**WHAT YOU HAVE TO DO:**
From the first line of the records down to the one that holds "let text = |number: Option<&Number>|", transcribe each line exactly and add nothing.
═══ PROVIDED RECORDS ═══
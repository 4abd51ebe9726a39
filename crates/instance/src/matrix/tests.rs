//! Distance tables in all their forms, and the places of broken lines.

use super::*;
use crate::complaint::Complaint;
use crate::number::number_text;
use crate::{Instance, Reader, Reading, read};
use proptest::prelude::*;

fn matrix(text: &str) -> Reading {
    read(text, Some(Reader::Matrix))
}

/// The labels, and the cells as text with `-` for none.
fn square(text: &str) -> (String, String) {
    let reading = matrix(text);
    assert_eq!(reading.complaints, [], "{text}");
    parts(&reading.instance.unwrap())
}

fn parts(instance: &Instance) -> (String, String) {
    let text = |number: Option<&Number>| number.map_or("-".to_owned(), number_text);
    let cells: Vec<_> = instance.matrix().into_iter().map(text).collect();
    (instance.stops().join(" "), cells.join(" "))
}

fn places(complaints: &[Complaint]) -> Vec<(u32, u32, &'static str)> {
    complaints.iter().map(|c| (c.line, c.column, c.code)).collect()
}

const NAMED: &str = "Ash Birch Cedar";
const CELLS: &str = "- 5 7.5 4 - 3 8 2 -";

#[test]
fn whole_tables_in_many_spellings() {
    for text in [
        "0 5 7.5\n4 0 3\n8 2 0",
        "0,5,7.5\n4,0,3\n8,2,0\n",
        "0, 5, 7.5\r\n4, 0, 3\r\n8, 2, 0\r\n",
        "0;5;7,5\n4;0;3\n8;2;0",
        "0 5 7,5\n4 0 3\n8 2 0",
        "0\t5\t7.5\n4\t0\t3\n8\t2\t0",
        "\n  0  5 7.5\n\n# a remark\n4 0 3\n8 2 0\n\n",
        "0;5;7.5;\n4;0;3;\n8;2;0;\n",
        "\u{feff}0;5;7.5\r4;0;3\r8;2;0",
    ] {
        assert_eq!(square(text), ("1 2 3".to_owned(), CELLS.to_owned()), "{text}");
    }
}

#[test]
fn labels_in_many_places() {
    for text in [
        "Ash Birch Cedar\n0 5 7.5\n4 0 3\n8 2 0",
        "Ash 0 5 7.5\nBirch 4 0 3\nCedar 8 2 0",
        "Ash Birch Cedar\nAsh 0 5 7.5\nBirch 4 0 3\nCedar 8 2 0",
        "from Ash Birch Cedar\nAsh 0 5 7.5\nBirch 4 0 3\nCedar 8 2 0",
        ";Ash;Birch;Cedar\nAsh;0;5;7.5\nBirch;4;0;3\nCedar;8;2;0",
        ";Ash;Birch;Cedar;\nAsh;0;5;7,5;\nBirch;4;0;3;\nCedar;8;2;0;",
        ",\"Ash\",Birch,Cedar\n\"Ash\",0,5,7.5\nBirch,4,0,3\nCedar,8,2,0",
        "\tAsh\tBirch\tCedar\nAsh\t-\t5\t7.5\nBirch\t4\t-\t3\nCedar\t8\t2\t-",
        // Columns in another order than rows.
        ";Cedar;Ash;Birch\nAsh;7.5;0;5\nBirch;3;4;0\nCedar;0;8;2",
    ] {
        assert_eq!(square(text), (NAMED.to_owned(), CELLS.to_owned()), "{text}");
    }
}

#[test]
fn numbers_may_be_labels() {
    for text in [
        ";10;20;30\n10;0;5;7.5\n20;4;0;3\n30;8;2;0",
        "stop 10 20 30\n10 0 5 7.5\n20 4 0 3\n30 8 2 0",
        "10 20 30\n10 0 5 7.5\n20 4 0 3\n30 8 2 0",
    ] {
        assert_eq!(square(text), ("10 20 30".to_owned(), CELLS.to_owned()), "{text}");
    }
    for counted in ["1 0 5 7.5\n2 4 0 3\n3 8 2 0", "1 2 3\n0 5 7.5\n4 0 3\n8 2 0"] {
        assert_eq!(square(counted), ("1 2 3".to_owned(), CELLS.to_owned()), "{counted}");
    }
}

#[test]
fn a_list_of_drives_is_told_from_a_table() {
    let text = "A,B,5\nA,C,7\nB,C,9\n";
    assert_eq!(places(&matrix(text).complaints), [(1, 1, "drive-list")]);
    let mended = read(text, None);
    assert_eq!((mended.reader, mended.instance.is_some()), (Reader::Arcs, true));
}

#[test]
fn labels_with_blanks_need_another_separator() {
    let (labels, _) = square(";New Town;Old Mill\nNew Town;0;1\nOld Mill;2;0");
    assert_eq!(labels, "New Town Old Mill");
    let reading = matrix("New Town 0 1\nOld Mill 2 0");
    assert!(reading.complaints[0].mend.contains("double quotes"), "{:?}", reading.complaints);
    let (labels, _) = square("\"New Town\" 0 1\n\"Old Mill\" 2 0");
    assert_eq!(labels, "New Town Old Mill");
}

#[test]
fn the_diagonal_may_be_missing() {
    for text in [
        "5 7.5\n4 3\n8 2",
        ";5;7.5\n4;;3\n8;2;",
        "- 5 7.5\n4 - 3\n8 2 -",
        "99 5 7.5\n4 99 3\n8 2 99",
    ] {
        assert_eq!(square(text).1, CELLS, "{text}");
    }
    let placeholder = matrix("99 5 7.5\n4 99 3\n8 2 99").facts;
    assert!(placeholder.contains(&"The diagonal was not read (it holds 99).".to_owned()));
}

#[test]
fn half_tables_hold_both_directions() {
    let cells = "- 5 7 6 5 - 3 4 7 3 - 2 6 4 2 -";
    for text in [
        "0\n5 0\n7 3 0\n6 4 2 0",
        "5\n7 3\n6 4 2",
        "0 5 7 6\n0 3 4\n0 2\n0",
        "5 7 6\n3 4\n2",
        "0;5;7;6\n;0;3;4\n;;0;2\n;;;0",
        "0;;;\n5;0;;\n7;3;0;\n6;4;2;0",
        ";;;\n5;;;\n7;3;;\n6;4;2;",
        "5,7,6\n3,4\n2",
    ] {
        assert_eq!(square(text), ("1 2 3 4".to_owned(), cells.to_owned()), "{text}");
    }
    let named = "a b c d";
    for text in [
        "a\nb 5\nc 7 3\nd 6 4 2",
        "a 0\nb 5 0\nc 7 3 0\nd 6 4 2 0",
        "a b c d\na 0 5 7 6\nb 0 3 4\nc 0 2\nd 0",
        "a b c d\nb 5\nc 7 3\nd 6 4 2",
        "x a b c d\na 0\nb 5 0\nc 7 3 0\nd 6 4 2 0",
        "a 5 7 6\nb 3 4\nc 2\nd",
        ";a;b;c;d\na;0;5;7;6\nb;;0;3;4\nc;;;0;2\nd;;;;0",
    ] {
        assert_eq!(square(text), (named.to_owned(), cells.to_owned()), "{text}");
    }
    let facts = matrix("5\n7 3\n6 4 2").facts;
    let half = "Only the lower half without its diagonal is written: each distance was taken for \
        both directions.";
    assert!(facts.contains(&half.to_owned()), "{facts:?}");
}

#[test]
fn a_half_without_its_first_label_says_which() {
    let reading = matrix("b 5\nc 7 3\nd 6 4 2");
    assert_eq!(places(&reading.complaints), [(1, 1, "label-missing")]);
    assert_eq!(reading.complaints[0].mend, "Put its label alone on a line before `b`.");
}

#[test]
fn units_come_from_the_corner_or_the_title() {
    let unit = |text: &str| matrix(text).instance.unwrap().unit;
    assert_eq!(unit("minutes;a;b\na;0;1\nb;2;0"), "minutes");
    assert_eq!(unit("from/to (km);a;b\na;0;1\nb;2;0"), "km");
    assert_eq!(unit("from;a;b\na;0;1\nb;2;0"), "");
    let titled = matrix("Round of the library, in minutes\n\n0 1\n2 0").instance.unwrap();
    assert_eq!(titled.unit, "minutes");
    assert_eq!(titled.title, "Round of the library, in minutes");
}

#[test]
fn blanks_are_missing_drives() {
    let text = ";a;b;c\na;0;;7\nb;4;0;x1\nc;8;-;0";
    let reading = matrix(text);
    assert_eq!(places(&reading.complaints), [(3, 7, "not-a-number")]);
    let (_, cells) = square(&text.replace("x1", "3"));
    assert_eq!(cells, "- - 7 4 - 3 8 - -");
}

#[test]
fn all_complaints_are_shown_with_exact_places() {
    let text = "min;Ash;Birch;Cedar;Dell\nAsh;0;5;7O;1\nBirch;4;0;3\nCedar;8;2;0;1;9\nDale;1:75;1;12 min;0\n";
    let reading = matrix(text);
    assert!(reading.instance.is_none());
    assert_eq!(
        places(&reading.complaints),
        [
            (2, 9, "not-a-number"),
            (3, 12, "row-length"),
            (4, 15, "row-length"),
            (5, 1, "label-differs"),
            (5, 6, "not-a-number"),
            (5, 13, "not-a-number"),
        ]
    );
    let spans: Vec<_> = reading.complaints.iter().map(|c| &text[c.span.clone()]).collect();
    assert_eq!(spans, ["7O", "", "9", "Dale", "1:75", "12 min"]);
    assert_eq!(reading.complaints[1].message, "row 2 has 3 values, where 4 are expected");
    assert_eq!(
        reading.complaints[4].mend,
        "Write a time as hours and minutes, 07:45, or as one number."
    );
    assert_eq!(
        reading.facts.last().unwrap(),
        "6 places could not be read, so there is no instance yet."
    );
}

#[test]
fn labels_must_tell_stops_apart() {
    let reading = matrix(";a;b;a\na;0;1;2\nb;1;0;3\na;2;3;0");
    assert_eq!(places(&reading.complaints), [(1, 6, "label-twice"), (4, 1, "label-twice")]);
    let reading = matrix(";a;b;c\na;0;1;2\nb;1;0;3\n;2;3;0");
    assert_eq!(places(&reading.complaints), [(4, 1, "label-missing"), (4, 1, "label-differs")]);
}

#[test]
fn rows_may_lack_or_be_too_many() {
    assert_eq!(places(&matrix("0 1 2\n1 0 3\n").complaints), [(2, 6, "row-count")]);
    let more = matrix("a b c\n0 1 2\n1 0 3\n2 3 0\n7 8 9\n");
    assert_eq!(places(&more.complaints), [(5, 1, "row-count")]);
    assert_eq!(places(&matrix("").complaints), [(1, 1, "nothing-to-read")]);
    assert_eq!(places(&matrix("7").complaints), [(1, 2, "too-few-stops")]);
    assert_eq!(places(&matrix("0 1\n").complaints)[0].2, "row-count");
}

#[test]
fn thousands_marks_are_doubted() {
    let reading = matrix("0;1,500\n2,250;0");
    assert_eq!(places(&reading.complaints), [(1, 3, "perhaps-thousands")]);
    assert!(reading.instance.is_some());
    assert_eq!(matrix("0;1,5\n2,250;0").complaints, []);
}

#[test]
fn noise_is_refused_quickly() {
    let long_line = "5 ".repeat(2_500_000);
    let many_lines = "é;x\n".repeat(1_000_000);
    let words = ("nothing of the kind ".repeat(125) + "\n").repeat(1_990);
    let many_blocks: String = (0..400_000).map(|name| format!("a{name}\n\n")).collect();
    let keywords = "AB:1\nCOMMENT: 2\nTYPE: 3\n".repeat(200_000);
    for text in [long_line, many_lines, words, many_blocks, keywords] {
        for reader in [None, Some(Reader::Points), Some(Reader::Tsplib), Some(Reader::Blocks)] {
            let reading = read(&text, reader);
            assert!(reading.instance.is_none() && !reading.complaints.is_empty());
            assert!(reading.complaints.len() <= 202);
        }
    }
    assert_eq!(read("a\0b", None).complaints[0].code, "binary");
    assert_eq!(read(&"x".repeat(9 << 20), None).complaints[0].code, "too-long");
}

#[test]
fn a_guess_is_said_and_can_be_overridden() {
    let text = "1 2\n3 4\n5 6";
    let guessed = read(text, None);
    assert_eq!(guessed.reader, Reader::Matrix);
    let said = "Taken for a distance matrix (`matrix`); name another reader if it is not.";
    assert_eq!(guessed.facts.last().unwrap(), said);
    let named = read(text, Some(Reader::Points));
    assert_eq!(named.instance.unwrap().points.unwrap().places[1], (3.0, 4.0));
    assert!(!named.facts.iter().any(|fact| fact.starts_with("Taken for")));
}

fn printed(cells: &[Vec<Option<u32>>], labels: bool, mark: char, comma: bool) -> String {
    let mut text = String::new();
    if labels {
        text.push_str("from");
        for j in 0..cells.len() {
            text.push_str(&format!("{mark}Stop{j}"));
        }
        text.push('\n');
    }
    for (i, row) in cells.iter().enumerate() {
        let cell = |value: &Option<u32>| match value {
            Some(value) if comma => format!("{},{:02}", value / 100, value % 100),
            Some(value) => format!("{}.{:02}", value / 100, value % 100),
            None => "-".to_owned(),
        };
        let mut row: Vec<_> = row.iter().map(cell).collect();
        if labels {
            row.insert(0, format!("Stop{i}"));
        }
        text.push_str(&row.join(&mark.to_string()));
        text.push('\n');
    }
    text
}

fn table_cells() -> impl Strategy<Value = Vec<Vec<Option<u32>>>> {
    (3_usize..8).prop_flat_map(|n| {
        let cell = prop_oneof![9 => (1_u32..100_000).prop_map(Some), 1 => Just(None)];
        prop::collection::vec(prop::collection::vec(cell, n), n)
    })
}

proptest! {
    #[test]
    fn printed_tables_read_back(
        cells in table_cells(),
        labels in any::<bool>(),
        mark in prop_oneof![Just('\t'), Just(';'), Just(','), Just(' ')],
        comma in any::<bool>(),
    ) {
        let comma = comma && mark != ',';
        let reading = matrix(&printed(&cells, labels, mark, comma));
        let instance = reading.instance.unwrap();
        let halves = |cells: &[Vec<Option<u32>>]| {
            let n = cells.len();
            let pairs = || (0..n).flat_map(|i| (0..i).map(move |j| (i, j)));
            (pairs().all(|(i, j)| cells[i][j].is_none()), pairs().all(|(i, j)| cells[j][i].is_none()))
        };
        prop_assume!(halves(&cells) == (false, false));
        for (i, row) in cells.iter().enumerate() {
            for (j, value) in row.iter().enumerate() {
                let found = instance.matrix()[i * cells.len() + j].cloned();
                let value = value.filter(|_| i != j);
                prop_assert_eq!(found, value.map(|v| Number::from_parts(v.into(), 100_u8.into())));
            }
        }
    }

    #[test]
    fn noise_never_panics(
        text in "[0-9a-cé→\"#=:;,.\t \n-]{0,120}",
        reader in prop_oneof![
            Just(None),
            Just(Some(Reader::Matrix)),
            Just(Some(Reader::Points)),
            Just(Some(Reader::Tsplib)),
            Just(Some(Reader::Blocks)),
        ],
    ) {
        check_reading(&text, reader)?;
    }

    #[test]
    fn damaged_files_never_panic(cut in 0_usize..400, put in "[\\PC\n]{0,6}", which in 0_usize..4) {
        let base = [
            "min;Ash;Bö;Cedar\nAsh;0;5;7\nBö;4;0;3\nCedar;8;2;0\n",
            "NAME: x\nTYPE: TSP\nDIMENSION: 3\nEDGE_WEIGHT_TYPE: GEO\nNODE_COORD_SECTION\n\
             1 2.3 4.5\n2 3.4 5\n3 4 5\nEOF\n",
            "V\nAsh Bö\n\nc by i, j\nAsh Bö 12\nBö Ash 7\n\nQ = 40\n",
            "DIMENSION: 3\nEDGE_WEIGHT_TYPE: EXPLICIT\nEDGE_WEIGHT_FORMAT: LOWER_ROW\n\
             EDGE_WEIGHT_SECTION\n1 2\n3\nDISPLAY_DATA_SECTION\n1 1 1\n2 2 2\n3 3 3\n",
        ][which];
        let at = cut % base.len();
        prop_assume!(base.is_char_boundary(at));
        check_reading(&format!("{}{put}{}", &base[..at], &base[at..]), None)?;
        check_reading(&format!("{}{put}", &base[..at]), None)?;
    }
}

/// What holds for every text: places are inside and on character boundaries, an error means no
/// instance, and the layout has a place for each stop.
fn check_reading(text: &str, reader: Option<Reader>) -> Result<(), TestCaseError> {
    let reading = read(text, reader);
    for complaint in &reading.complaints {
        prop_assert!(text.get(complaint.span.clone()).is_some(), "{:?}", complaint);
        prop_assert!(complaint.line > 0 && complaint.column > 0 && !complaint.message.is_empty());
    }
    let error = reading.complaints.iter().any(|c| c.severity == crate::Severity::Error);
    prop_assert_eq!(error, reading.instance.is_none());
    if let Some(instance) = reading.instance {
        prop_assert_eq!(crate::layout(&instance).places.len(), instance.matrix().len().isqrt());
    }
    Ok(())
}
═══
**OUTPUT OF THE EXERCISE:**
repository 4abd51ebe9726a39
filename crates/instance/src/matrix/tests.rs
//! Distance tables in all their forms, and the places of broken lines.

use super::*;
use crate::complaint::Complaint;
use crate::number::number_text;
use crate::{Instance, Reader, Reading, read};
use proptest::prelude::*;

fn matrix(text: &str) -> Reading {
    read(text, Some(Reader::Matrix))
}

/// The labels, and the cells as text with `-` for none.
fn square(text: &str) -> (String, String) {
    let reading = matrix(text);
    assert_eq!(reading.complaints, [], "{text}");
    parts(&reading.instance.unwrap())
}

fn parts(instance: &Instance) -> (String, String) {
    let text = |number: Option<&Number>| number.map_or("-".to_owned(), number_text);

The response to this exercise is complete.